Problem description: Among the lines below, copy each one in which "math" appears.

Collected data

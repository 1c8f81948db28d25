"""Service limits besides cell fade: component lives (chemistries.toml [<id>.components])
under the study's [service_life] ceiling, and how the plan shows them.

Check values: the sources of the component parameters (common practice: 15-20 year design
life of stationary lithium-ion products, battery-management electronics included; the
10-degree rule of electrolytic capacitors; from memory: seals by condensation class) and
the behaviour the planner promises: a shorter ceiling plans more replacements.
"""

import json
import math
import shutil
from pathlib import Path

from click.testing import CliRunner

from planner.chemistry import CHEMISTRY_IDS, get_chemistry
from planner.cli import cli
from planner.designs.candidates import max_service_years

REPO = Path(__file__).resolve().parents[1]


def test_component_lives_come_from_the_library_with_a_source():
    # every component parameter carries its source; there is no flat cap per chemistry
    # any more: without [service_life] the ceiling is none
    for chem_id in CHEMISTRY_IDS:
        chem = get_chemistry(chem_id)
        assert chem.components, chem_id
        for key in chem.components:
            assert chem.sources[f"components.{key}"], (chem_id, key)
    assert math.isinf(max_service_years("lfp"))
    assert max_service_years("lfp", 10.0) == 10.0
    # common practice: 15-20 year design life of stationary lithium-ion electronics at 25 °C
    assert 15.0 <= get_chemistry("lfp").components["electronics_life_years_ref"] <= 20.0


def _plan(tmp_path, extra: str) -> dict:
    shutil.copy(REPO / "scenarios" / "quick_sites.csv", tmp_path / "quick_sites.csv")
    text = (REPO / "scenarios" / "quick.toml").read_text(encoding="utf-8")
    text = text.replace('chemistries = ["vrla", "lfp", "nmc"]', 'chemistries = ["lfp"]')
    study = tmp_path / "study.toml"
    study.write_text(text + extra, encoding="utf-8")
    result = CliRunner().invoke(cli, ["--quiet", "plan", str(study), "--out",
                                      str(tmp_path / "p.xlsx"), "--json", str(tmp_path / "p.json")])
    assert result.exit_code == 0, result.output
    return json.loads((tmp_path / "p.json").read_text(encoding="utf-8"))


def test_a_ten_year_lfp_cap_plans_more_replacements(tmp_path):
    # A vendor's 10-year design life in the study ([service_life], the user's ceiling)
    # must bring the replacements forward (quick study, 15-year horizon, LFP only).
    (tmp_path / "base").mkdir()
    (tmp_path / "capped").mkdir()
    base = _plan(tmp_path / "base", "")
    capped = _plan(tmp_path / "capped", "\n[service_life]\nlfp = 10\n")

    def count(plan):
        return sum(len(site["replacement_years"]) for site in plan["sites"])
    assert count(capped) > count(base)
    assert all(site["life_years"] <= 10.0 + 1e-9 for site in capped["sites"])
    assert capped["service_life_limited_sites"] >= 1
    assert capped["ceiling_limited_sites"] >= 1
    limited = [site for site in capped["sites"] if site["life_limit_kind"] == "ceiling"]
    assert all(site["life_limited_by"] == "service-life ceiling ([service_life])"
               and site["limiting_cause"] == "service-life limit" for site in limited)
    rows = [r for r in capped["assumptions"] if r["name"] == "service-life ceiling lfp"]
    assert rows and rows[0]["value"] == 10.0 and rows[0]["source"] == "study file [service_life]"
    # every site says what limits its life, and the counts add up
    assert all(site["life_limited_by"] for site in base["sites"])
    assert sum(row["sites"] for row in base["life_limited_by_counts"]) == len(base["sites"])


def test_workbook_shows_the_cap_count_and_extrapolated_lives(tmp_path):
    # The workbook says how many sites the cap decides (docs/workbook.md: Needs attention, as a
    # cause with its count; Assumptions, under how the plan was found); the Sites sheet marks
    # lives that lean on extrapolated laws (plan keys of docs/plan-json.md).
    import openpyxl

    plan = _plan(tmp_path, "\n[service_life]\nlfp = 10\n")
    book = openpyxl.load_workbook(tmp_path / "p.xlsx")
    causes = {}  # the first table: one row per cause with its count
    for cause, count in book["Needs attention"].iter_rows(min_col=1, max_col=2, values_only=True):
        causes.setdefault(cause, count)
    assert causes["Life set by a service limit (a component or the ceiling), not by fade"] == plan["service_life_limited_sites"]
    found = {row[1]: row[2] for row in book["Assumptions and sources"].iter_rows(values_only=True)
             if row[0] == "how the plan was found"}
    assert found["sites whose pack life a service limit sets (not fade)"] == \
        plan["service_life_limited_sites"]
    sites = book["Sites"]
    header = [c.value for c in sites[1]]
    column = header.index("Life extrapolated")
    by_id = {row[0]: row[column] for row in sites.iter_rows(min_row=2, values_only=True)}
    for site in plan["sites"]:
        assert isinstance(site["life_extrapolated"], bool)
        text = by_id[site["id"]]
        assert text.startswith("yes: ") == site["life_extrapolated"]
        if site["life_extrapolated"]:
            assert site["life_extrapolation_note"] in text
            assert any(w.startswith("life leans on extrapolated") for w in site["warnings"])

Solution for this problem:
import math
    assert math.isinf(max_service_years("lfp"))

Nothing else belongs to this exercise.